Several things were unbelievably positive about this. First, she'd taken my call. Erin was the queen of ignoring calls from people she didn't want to talk to—her brothers, namely—and then immediately emailing or texting back to find out what they wanted. She could've done that but didn't. On top of that, she was talking to me. Real, hyperbolic babble that only this woman could pull off with a semblance of sense. And finally, she wanted to come home. She wanted this request and she had to stage some opposition in the process, but she wanted it.

All this time, I'd thought it would be me. I thought I'd be the one to convince her to end the war with Shannon and allow her siblings back into her life, but I was wrong.
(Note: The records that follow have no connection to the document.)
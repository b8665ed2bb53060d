"""Small true arms for tests, filled by hand from closed-form data, and a controller's side of the messages."""

from typing import Any

import numpy as np

from rtctl.blocks import REQUEST_ASK, STATE, TORQUE, WIRE_VERSION
from rtctl.kernels.layout import MODEL, PRISMATIC, REVOLUTE, new_block
from rtctl.plant.blocks import PLANT_MEMORY, PLANT_SETUP, REST_BRAKE
from rtctl.plant.driver_duty import plant_advance, plant_receive, plant_state

GRAVITY = 9.80665  # m/s^2, standard gravity (3rd CGPM 1901)
MS = 1_000_000  # ns
KEY, DRIVER, FIRST, SECOND = 77, 4242, 1001, 2002


def chain_model(n: int, length_m: float = 0.4, mass_kg: float = 2.0, gravity: float = GRAVITY) -> np.void:
    """`n` equal uniform rods in a vertical plane, axes level; all joints at 0: the arm hangs straight down.

    Body frames have z along the joint axis and x along the rod; gravity points along base x.
    """
    model = new_block(MODEL)
    model["n"] = n
    model["gravity"] = (gravity, 0.0, 0.0)
    model["friction_speed"] = 0.01
    for i in range(n):
        model["parent"][i] = i - 1
        model["kind"][i] = REVOLUTE
        model["R_parent"][i] = np.eye(3)
        model["p_parent"][i] = (length_m if i else 0.0, 0.0, 0.0)
        model["mass"][i] = mass_kg
        model["h"][i] = (mass_kg * length_m / 2, 0.0, 0.0)
        about_end = mass_kg * length_m**2 / 3
        model["I"][i] = (0.0, 0.0, 0.0, about_end, 0.0, about_end)
    return model


def oblique_model(n: int, gravity: float = GRAVITY) -> np.void:
    """`n` rods whose axes turn by 90 degrees from joint to joint, with rotor inertia: every kind of coupling occurs."""
    model = chain_model(n, length_m=0.25, gravity=gravity)
    turn = np.array([[1.0, 0.0, 0.0], [0.0, 0.0, -1.0], [0.0, 1.0, 0.0]])
    for i in range(n):
        model["mass"][i] = 3.0 - 0.3 * i
        model["h"][i] = model["mass"][i] * np.array([0.12, 0.02, -0.01])
        c = model["h"][i] / model["mass"][i]
        inertia = 0.02 * np.eye(3) + model["mass"][i] * (c @ c * np.eye(3) - np.outer(c, c))
        model["I"][i] = inertia[np.triu_indices(3)]
        model["rotor"][i] = 0.05
        if i:
            model["R_parent"][i] = turn
    return model


def slider_model(mass_kg: float) -> np.void:
    """One level prismatic joint."""
    model = new_block(MODEL)
    model["n"] = 1
    model["parent"][0] = -1
    model["kind"][0] = PRISMATIC
    model["R_parent"][0] = np.eye(3)
    model["mass"][0] = mass_kg
    model["gravity"] = (GRAVITY, 0.0, 0.0)
    return model


def true_arm(model: np.void, **values: Any) -> tuple[np.void, np.void]:
    """Setup and zeroed memory of an arm without friction, stops, lag, delay or quantisation; `values` change the setup."""
    setup = new_block(PLANT_SETUP)
    for name in MODEL.names:
        setup["model"][name] = model[name]
    setup["arm_key"], setup["session"] = KEY, DRIVER
    setup["period_ns"], setup["substeps"] = MS, 10
    setup["tau_max"] = 100.0
    setup["qd_max"] = np.inf
    setup["valid_for_max_ns"] = 20 * MS
    setup["silent_max_ns"] = 100 * MS
    setup["still_qd"] = 0.02
    setup["still_dwell_ns"] = 10 * MS
    setup["rest_damping"] = 5.0
    setup["rest_moving_ns"] = 300 * MS
    setup["rest_still"] = REST_BRAKE
    setup["tau_measured"] = 1
    setup["q_min"], setup["q_max"] = -np.inf, np.inf
    setup["stiction_ratio"] = 1.0
    setup["brake_torque"] = 200.0
    setup["brake_open_ns"], setup["brake_close_ns"] = 5 * MS, 8 * MS
    for name, value in values.items():
        if isinstance(value, list | tuple):
            setup[name][: len(value)] = value
        else:
            setup[name] = value
    return setup, new_block(PLANT_MEMORY)


class Controller:
    """The controller's side in lock-step: what it last saw, and messages that answer it."""

    def __init__(self, setup: np.void, memory: np.void, session: int = FIRST) -> None:
        self.setup, self.memory, self.session = setup, memory, session
        self.sequence = 0
        self.now_ns = int(memory["time_ns"])
        self.state = new_block(STATE)

    def message(self, request: int = REQUEST_ASK, tau: tuple[float, ...] | None = None, **values: int) -> np.void:
        """A correct message that answers the state last seen; `values` change fields."""
        torque = new_block(TORQUE)
        self.sequence += 1
        torque["version"], torque["arm_key"] = WIRE_VERSION, KEY
        torque["session"], torque["sequence"] = self.session, self.sequence
        torque["driver_session"], torque["state_sequence"] = self.state["session"], self.state["sequence"]
        torque["grant"], torque["request"] = self.state["grant"], request
        torque["valid_for_ns"], torque["n"] = 5 * MS, self.setup["model"]["n"]
        if tau is not None:
            torque["tau"][: len(tau)] = tau
        for name, value in values.items():
            torque[name] = value
        return torque

    def send(self, request: int = REQUEST_ASK, tau: tuple[float, ...] | None = None, **values: int) -> int:
        """Send a message now; returns what the driver says."""
        return int(plant_receive(self.setup, self.memory, self.message(request, tau, **values), self.now_ns))

    def step(self, steps: int = 1) -> np.void:
        """Let time pass by whole periods and read the newest state."""
        for _ in range(steps):
            self.now_ns += int(self.setup["period_ns"])
            assert plant_advance(self.setup, self.memory, self.now_ns) == 1
        plant_state(self.setup, self.memory, self.now_ns, self.state)
        return self.state
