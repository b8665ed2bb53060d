"""A judge of cycles: reads the rows of the record one by one and says which rule of the supervisor a row breaks.

It knows the limits and what the driver and the operator said, nothing of the supervisor's memory or code: the rules and the
categories are written down here a second time, from DEVELOPERS.md and IEC 60204-1.
"""

import math
from collections import Counter

import numpy as np

from rtctl.blocks import (
    BIT_ESTOP,
    BIT_RESET,
    BIT_START,
    BIT_STOP,
    BIT_STOP_RELEASE,
    MODE_BRAKING,
    MODE_HOLDING,
    MODE_LATCHED,
    MODE_LIVE,
    MODE_OFF,
    MODE_READY,
    REQUEST_DRIVE,
    STATUS_ENABLED,
    STATUS_FAULT,
    STATUS_STOP_CHAIN_CLOSED,
    STOP_FAULT,
    STOP_NONE,
    STOP_NOW,
    WATCH_COUNT,
    WATCH_NAMES,
    WIRE_VERSION,
)

FLOWS = (MODE_LIVE, MODE_BRAKING, MODE_HOLDING)
STOPS = BIT_STOP | BIT_STOP_RELEASE | BIT_ESTOP
BOOT_STEP_MAX_NS = 20_000_000
RATE_ROUNDING = 8 * 2.0**-52  # of the largest torque: one rounding of the difference, one of the sum

# The state or the model is what failed, or the driver has taken the arm: release at once (stop category 0).
CATEGORY_0 = {"state_invalid", "clock_jump", "state_age", "driver_fault", "stop_chain", "grant", "position_glitch", "gate"}
# The arm can still be braked (stop category 1), by the mode in which the condition matters.
CATEGORY_1 = {
    MODE_LIVE: {
        "position",
        "speed",
        "law_status",
        "tracking_error",
        "torque_demand",
        "late_cycles",
        "side_thread",
        "loop_delay",
    },
    MODE_BRAKING: {"late_cycles", "side_thread", "loop_delay"},
    MODE_HOLDING: {"position", "speed", "late_cycles", "side_thread", "loop_delay"},
}

LEGAL = {
    MODE_OFF: {MODE_OFF, MODE_READY, MODE_LATCHED},
    MODE_READY: {MODE_OFF, MODE_READY, MODE_LIVE, MODE_LATCHED},
    MODE_LIVE: {MODE_LIVE, MODE_BRAKING, MODE_LATCHED},
    MODE_BRAKING: {MODE_BRAKING, MODE_HOLDING, MODE_READY, MODE_LATCHED},
    MODE_HOLDING: {MODE_HOLDING, MODE_LIVE, MODE_BRAKING, MODE_LATCHED},
    MODE_LATCHED: {MODE_LATCHED, MODE_OFF},
}


def stop_of(watch: str, mode: int, estop_stop: int) -> int:
    """The stop that a condition demands in a mode; commanded stops are no fault and not in here."""
    if watch == "estop":
        return STOP_FAULT if estop_stop == STOP_FAULT else STOP_NOW
    if mode not in FLOWS:
        return STOP_NONE
    if watch in CATEGORY_0 or (watch == "brake_deadline" and mode == MODE_BRAKING):
        return STOP_NOW
    return STOP_FAULT if watch in CATEGORY_1[mode] else STOP_NONE


class Judge:
    """Judges the rows of one run in their order."""

    def __init__(self, limits: np.void, n: int, session: int, period_ns: int, sound_limits: bool = True) -> None:
        """sound_limits: False when a limit may be one that lets the gate refuse every torque, which releases the arm."""
        self.limits, self.n, self.session, self.period_ns, self.sound_limits = limits, n, session, period_ns, sound_limits
        self.mode, self.stop, self.cause, self.request = MODE_OFF, STOP_NONE, 0, 0
        self.tau = [0.0] * n
        self.driver = (-1, -1)  # session and sequence of the newest state that counts
        self.state: dict[str, object] = {}  # what it said
        self.grant = 0  # of the motion
        self.grants: set[tuple[int, int]] = set()  # session of the driver and number, used by a motion
        self.without_state = 0
        self.boot_ns: int | None = None
        self.braking_since_ns = 0
        self.torque_sequence = 0
        self.count: Counter[int] = Counter()  # cycles by mode
        self.seen_moves: set[tuple[int, int]] = set()
        self.seen_causes: set[str] = set()

    def broken(self, row: np.void) -> list[str]:
        """The rules that this row breaks, as sentences."""
        self.broken_rules: list[str] = []
        before = self.mode
        mode, requests = int(row["mode"]), int(row["requests"])
        used = self._take_state(row)
        tripped = {WATCH_NAMES[w] for w in range(WATCH_COUNT) if int(row["conditions"]) >> w & 1}
        self._judge_mode(row, before, mode, requests, tripped)
        self._judge_cause(row, before, mode, requests, tripped)
        self._judge_signals(row, before, mode, used)
        self._judge_torque(row, before, mode, used)
        self._judge_record(row, before, mode, used)
        self.mode, self.stop, self.cause = mode, int(row["stop"]), int(row["first_cause"])
        self.request = int(row["request"])
        self.tau = [float(row["tau_out"][i]) for i in range(self.n)]
        self.boot_ns = int(row["boot_offset_ns"])
        self.count[mode] += 1
        self.seen_moves.add((before, mode))
        return self.broken_rules

    def _rule(self, holds: bool, sentence: str) -> None:
        if not holds:
            self.broken_rules.append(sentence)

    def _take_state(self, row: np.void) -> bool:
        """True when the row's state is one that counts: right arm, and newer than the last of its session."""
        self.foreign = False
        if int(row["state_new"]) != 1:
            return False
        if (int(row["version"]), int(row["arm_key"]), int(row["state_n"])) != (WIRE_VERSION, int(self.limits["arm_key"]), self.n):
            self.foreign = True
            return False
        session, sequence = int(row["driver_session"]), int(row["state_sequence"])
        if session == self.driver[0] and sequence <= self.driver[1]:
            return False
        self.restarted = self.driver[0] not in (-1, session)
        self.driver = (session, sequence)
        self.state = {
            "q": [float(row["q"][i]) for i in range(self.n)],
            "qd": [float(row["qd"][i]) for i in range(self.n)],
            "status": int(row["status"]),
            "grant": int(row["grant"]) if int(row["holder"]) == self.session else 0,
        }
        return True

    # ---- the rules -------------------------------------------------------------------------------------------------------------

    def _judge_mode(self, row: np.void, before: int, mode: int, requests: int, tripped: set[str]) -> None:
        self._rule(mode in LEGAL[before], "only the transitions of the design happen")
        if mode == MODE_LIVE and before != MODE_LIVE:
            asked = requests & BIT_START != 0 and requests & (STOPS | BIT_RESET) == 0
            self._rule(asked, "motion begins only in a cycle with a start and without a stop, an e-stop or a reset")
            self._rule(not tripped, "motion begins only when no condition is present")
            grant = (self.driver[0], int(self.state["grant"]))  # type: ignore[call-overload]  # an integer
            self._rule(before == MODE_HOLDING or grant not in self.grants, "a motion from ready needs a grant of its own")
            self.grants.add(grant)
            self.grant = grant[1]
        if before == MODE_LATCHED and mode != MODE_LATCHED:
            asked = requests & BIT_RESET != 0 and requests & STOPS == 0
            self._rule(asked, "latched is left only by a reset without a stop")
            still = all(abs(qd) <= self.limits["still_qd"][i] for i, qd in enumerate(self.state["qd"]))  # type: ignore[arg-type]
            self._rule(still, "a reset works only while the arm is still")
            present = tripped - {"grant", "gate", "operator_stop"}
            gone = all(stop_of(name, MODE_LIVE, STOP_NOW) == STOP_NONE for name in present)
            self._rule(gone, "a reset works only when the cause is gone")
        if before in FLOWS and mode in FLOWS and mode != MODE_LIVE:
            self._rule(int(row["stop"]) >= self.stop, "a stop only gets stricter")
        if before == MODE_LATCHED and mode == MODE_LATCHED:
            self._rule(int(row["stop"]) >= self.stop, "a stop only gets stricter")
        if before == MODE_LIVE and requests & STOPS:
            self._rule(mode != MODE_LIVE, "a stop ends the law's charge in the same cycle")
        if requests & BIT_ESTOP:
            answered = (MODE_LATCHED,) if self.limits["estop_stop"] != STOP_FAULT else (MODE_BRAKING, MODE_LATCHED)
            self._rule(mode in answered, "an e-stop brakes or latches in the same cycle, in every mode")
        if mode == MODE_BRAKING and before != MODE_BRAKING:
            self.braking_since_ns = int(row["now_ns"])
        if mode == MODE_BRAKING:
            lasted_ns = int(row["now_ns"]) - self.braking_since_ns
            self._rule(lasted_ns <= max(int(self.limits["brake_deadline_ns"]), 0), "a braking ends by its deadline")

    def _judge_cause(self, row: np.void, before: int, mode: int, requests: int, tripped: set[str]) -> None:
        cause = int(row["first_cause"])
        name = WATCH_NAMES[cause - 1] if cause else "none"
        estop_stop = int(self.limits["estop_stop"])
        ranked = sorted(tripped, key=lambda watch: (-stop_of(watch, before, estop_stop), WATCH_NAMES.index(watch)))
        worst = stop_of(ranked[0], before, estop_stop) if ranked else STOP_NONE
        refused = mode == MODE_LATCHED and worst < STOP_NOW and before != MODE_LATCHED and name == "gate"
        if worst >= STOP_FAULT:
            self._rule(mode in (MODE_BRAKING, MODE_LATCHED), "a fault ends in braking or latched in the same cycle")
            self._rule(worst < STOP_NOW or mode == MODE_LATCHED, "a fault of category 0 releases in the same cycle")
        if self.cause != 0 and mode != MODE_OFF:
            self._rule(cause == self.cause, "the first cause is kept until a reset")
        elif self.cause == 0 and cause != 0:
            self.seen_causes.add(name)
            named = refused or (worst >= STOP_FAULT and name == ranked[0])
            self._rule(named, "the first cause is the strictest condition of the cycle that stopped the arm")
        elif worst >= STOP_FAULT:
            self._rule(cause != 0, "a fault names its cause in the same cycle")
        self._rule((mode == MODE_LATCHED) <= (cause != 0), "latched has a cause")
        self._rule(mode in (MODE_BRAKING, MODE_LATCHED) or cause == 0, "outside braking and latched there is no cause")
        if mode == MODE_LATCHED and before == MODE_LIVE and self.sound_limits:
            self._rule(worst == STOP_NOW, "the arm is released out of live only for a cause of category 0")

    def _judge_signals(self, row: np.void, before: int, mode: int, used: bool) -> None:
        """What the driver said and when, against what the supervisor made of it, without its conditions."""
        drives = int(row["request"]) == REQUEST_DRIVE
        self.without_state = 0 if used else self.without_state + 1
        late_ns = int(row["now_ns"]) - int(row["deadline_ns"]) + int(row["skipped"]) * self.period_ns
        if before in FLOWS:
            self._rule(not (drives and self.foreign), "a state of another arm releases at once")
            if used and self.restarted:
                self._rule(not drives, "a restarted driver gets no torque of the old motion")
            stepped = self.boot_ns is not None and abs(int(row["boot_offset_ns"]) - self.boot_ns) > BOOT_STEP_MAX_NS
            away = late_ns > int(self.limits["valid_for_ns"])
            self._rule(
                not (drives and (stepped or away)), "after a suspend or a cycle later than a torque is valid nothing drives"
            )
        if not drives:
            return
        self._rule(
            self.without_state <= int(self.limits["resend_max"]), "without a new state the torque is resent k times at most"
        )
        if self.without_state:
            begins = before == MODE_READY
            self._rule(begins or self._tau(row) == self.tau, "without a new state the last torque is sent again, unchanged")
        q, qd, status = self.state["q"], self.state["qd"], int(self.state["status"])  # type: ignore[call-overload]
        self._rule(all(map(math.isfinite, [*q, *qd])), "a state with a number that is not finite releases at once")  # type: ignore[misc]
        healthy = status & STATUS_ENABLED and status & STATUS_STOP_CHAIN_CLOSED and not status & STATUS_FAULT
        self._rule(bool(healthy), "torque flows only to a drive that is enabled, without fault, with a closed stop chain")
        self._rule(self.state["grant"] == self.grant != 0, "torque flows only while the driver shows the grant of this motion")
        self._rule(int(row["sent_grant"]) == self.grant, "every torque carries the number of the grant its motion began with")
        self._rule(int(row["answered_sequence"]) == self.driver[1], "every torque answers the newest state that counts")
        if mode == MODE_LIVE:
            low, high, fast = self.limits["q_min"], self.limits["q_max"], self.limits["qd_max"]
            inside = all(low[i] <= q[i] <= high[i] and abs(qd[i]) <= fast[i] for i in range(self.n))  # type: ignore[index]
            self._rule(inside, "the law is in charge only inside the position and speed limits")

    def _tau(self, row: np.void) -> list[float]:
        return [float(row["tau_out"][i]) for i in range(self.n)]

    def _judge_torque(self, row: np.void, before: int, mode: int, used: bool) -> None:
        tau = self._tau(row)
        drives = int(row["request"]) == REQUEST_DRIVE
        self._rule(drives == (mode in FLOWS), "a message drives in live, braking and holding, and in no other mode")
        self._rule(all(map(math.isfinite, tau)), "every torque that leaves is finite")
        self._rule(drives or not any(tau), "a message that does not drive carries no torque")
        if not drives:
            return
        begins = before == MODE_READY
        rate = self.limits["tau_rate_max"] if mode == MODE_LIVE else self.limits["brake_tau_rate_max"]
        for i in range(self.n):
            bound = float(self.limits["tau_max"][i])
            self._rule(abs(tau[i]) <= bound, "no torque is beyond the torque limit")
            if begins:
                share = float(self.limits["hold_margin"]) * bound
                self._rule(abs(tau[i]) <= share, "a motion begins with a holding torque within its share of the limit")
            else:
                step = float(rate[i]) * self.period_ns * 1e-9
                rounding = RATE_ROUNDING * max(abs(tau[i]), abs(self.tau[i]))
                self._rule(abs(tau[i] - self.tau[i]) <= step + rounding, "no torque steps further than the rate of its mode")

    def _judge_record(self, row: np.void, before: int, mode: int, used: bool) -> None:
        margins = row["margins"]
        self._rule(bool(np.all((margins >= 0.0) & (margins <= 1.0))), "every margin is in [0, 1]")
        sequence = int(row["torque_sequence"])
        self._rule(sequence == self.torque_sequence + 1, "torque messages are numbered without a gap or a repetition")
        self.torque_sequence = sequence
        if before == MODE_LIVE and used:
            for i in range(self.n):
                total = 0.0
                for k in range(8):
                    total += float(row["terms"][k, i])
                same = float(row["tau_law"][i]) == total or not math.isfinite(total)
                self._rule(same, "the law's torque is the ordered sum of its recorded terms")
                if mode == MODE_LIVE:
                    good = int(row["law_status"]) == 1 and math.isfinite(float(row["tau_law"][i]))
                    self._rule(good, "the law stays in charge only while it succeeds with finite torques")
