"""One command for every check: `python -m tests` = format, lint, types, then all tests but the long ones.

    --all      the long tests too
    --quick    leave out the tests marked slow (real processes, real time)
    --json     one JSON object on standard output, progress on standard error

Pytest's closing line is printed last. Exit code 0: everything passed, 1: something failed.
"""

import argparse
import json
import subprocess
import sys
import time
from pathlib import Path

TOP = Path(__file__).resolve().parents[1]
STATIC_CHECKS = {
    "format": ["ruff", "format", "--check", "--quiet", "."],
    "lint": ["ruff", "check", "--quiet", "."],
    "types": ["mypy"],
}


def run_static(name: str, progress: bool) -> dict[str, object]:
    """Run one check of the sources; its output is shown only when it fails."""
    began = time.monotonic()
    done = subprocess.run([sys.executable, "-m", *STATIC_CHECKS[name]], cwd=TOP, capture_output=True, text=True)
    passed = done.returncode == 0
    if not passed:
        print(done.stdout + done.stderr, file=sys.stderr, end="")
    seconds = time.monotonic() - began
    if progress:
        print(f"{name}: {'passed' if passed else 'FAILED'} in {seconds:.1f} s", file=sys.stderr, flush=True)
    return {"name": name, "passed": passed, "duration_s": round(seconds, 1)}


def run_tests(which: str, quiet: bool) -> tuple[dict[str, object], str]:
    """Run pytest in one process, real-time tests last and one at a time; returns the result and pytest's closing line.

    One process on purpose: tests that measure time must not compete with others, and every process would compile again.
    """
    began = time.monotonic()
    command = [sys.executable, "-u", "-m", "pytest", "-q", "--durations=5", "-m", which]
    # Pytest reports through a pipe so that its closing line can be repeated last; -u keeps the progress visible.
    with subprocess.Popen(command, cwd=TOP, stdout=subprocess.PIPE, stderr=subprocess.STDOUT, text=True, bufsize=1) as process:
        assert process.stdout is not None
        output = ""
        while chunk := process.stdout.read(1):
            output += chunk
            print(chunk, file=sys.stderr if quiet else sys.stdout, end="", flush=True)
    lines = output.strip().splitlines()
    closing = lines[-1] if lines else "pytest printed nothing"
    return {"name": "tests", "passed": process.returncode == 0, "duration_s": round(time.monotonic() - began, 1)}, closing


def main() -> int:
    parser = argparse.ArgumentParser(prog="python -m tests", description=__doc__, formatter_class=argparse.RawTextHelpFormatter)
    which = parser.add_mutually_exclusive_group()
    which.add_argument("--all", action="store_const", dest="which", const="", help="the long tests too")
    which.add_argument("--quick", action="store_const", dest="which", const="not slow and not long", help="no slow tests")
    parser.add_argument("--json", action="store_true", help="one JSON object on standard output")
    parser.set_defaults(which="not long")
    options = parser.parse_args()

    checks = [run_static(name, progress=True) for name in STATIC_CHECKS]
    tests, closing = run_tests(options.which, quiet=options.json)
    checks.append(tests)
    passed = all(check["passed"] for check in checks)
    failed = [str(check["name"]) for check in checks if not check["passed"]]
    if options.json:
        print(json.dumps({"verdict": "pass" if passed else "refuse", "checks": checks, "tests": closing}))
    else:
        print(f"failed: {', '.join(failed)}" if failed else "all checks passed", flush=True)
        print(closing, flush=True)
    return 0 if passed else 1


if __name__ == "__main__":
    sys.exit(main())
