package orbit

import (
	"testing"

	"example.org/tallystick/sky/outside"
)

func TestMain(m *testing.M) {
	outside.Main(m, map[string]string{"ORB-030": "time scales are changed where files are read: campaigns/ephemeris asserts it"})
}

func mustNew(t testing.TB, el Elements) Orbit {
	t.Helper()
	o, err := New(el)
	if err != nil {
		t.Fatal(err)
	}
	return o
}
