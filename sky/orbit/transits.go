package orbit

import "math"

const (
	siderealDayDays = 0.99726957
	siderealDayOff  = 5e-9 // at most: what is rounded off
)

// TransitStepTurns returns by how much the orbital phase steps from one transit of the source over a
// site to the next, 0 ≤ step < 1. Near 0, 1 or a simple fraction a site sees the same phases for months.
//
// Checked: TestTransitStep
func (o Orbit) TransitStepTurns() float64 { return fraction(siderealDayDays / o.PeriodDays) }

// mostParts is how many parts of an orbit may be seen in turn for it to be said that they are the same ones: of
// more, too little is missing between them.
const mostParts = 6

// TransitRepeat says how long a site that can follow the source for a part of its orbit at every transit sees no
// more than the same few parts. After n transits and about a whole number of orbits the site is back where it
// was but for a small rest, by which the n parts move; all of the orbit has been seen when they have moved from
// one to the next.
//
//	days = n d (1/n − part)/|n s − round(n s)|,  s the step of the phase, d the sidereal day
//
// The rest is taken for no smaller than what is rounded off of the day in n of them: that of an orbit of exactly one
// sidereal day is not known better.
//
// Given:    partTurns, what is seen of the orbit at one transit
// Returns:  the n of at most 6, without an orbit or more in n days none, for which that takes longest;
// 0 and 0 where the parts leave nothing between them
// Neglects: that the phase of superior conjunction is not kept evenly in an eccentric orbit
// Checked:  TestTransitRepeat, against a walk from transit to transit
func (o Orbit) TransitRepeat(partTurns float64) (parts int, days float64) {
	step := o.TransitStepTurns()
	for n := 1; n <= mostParts; n++ {
		gap := 1/float64(n) - partTurns
		if gap <= 0 || float64(n)*siderealDayDays/o.PeriodDays < 0.5 {
			continue
		}
		rest := max(math.Abs(float64(n)*step-math.Round(float64(n)*step)), float64(n)*siderealDayOff/o.PeriodDays)
		if d := float64(n) * siderealDayDays * gap / rest; d > days {
			parts, days = n, d
		}
	}
	return parts, days
}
Shannon was bringing Erin home, and she was the only one who could.

"Your husband," I said. "Your husband is asking because nine years is nine too many."

"Nick, you're—" she protested.

"I'm not having it, lovely," I interrupted. "It's time for this to end, and it ends here. There's a flight out of Reykjavík tonight, and it still has some available seats. Get your ass in one of them. I'm heading into surgery soon, but I'll see you in the morning."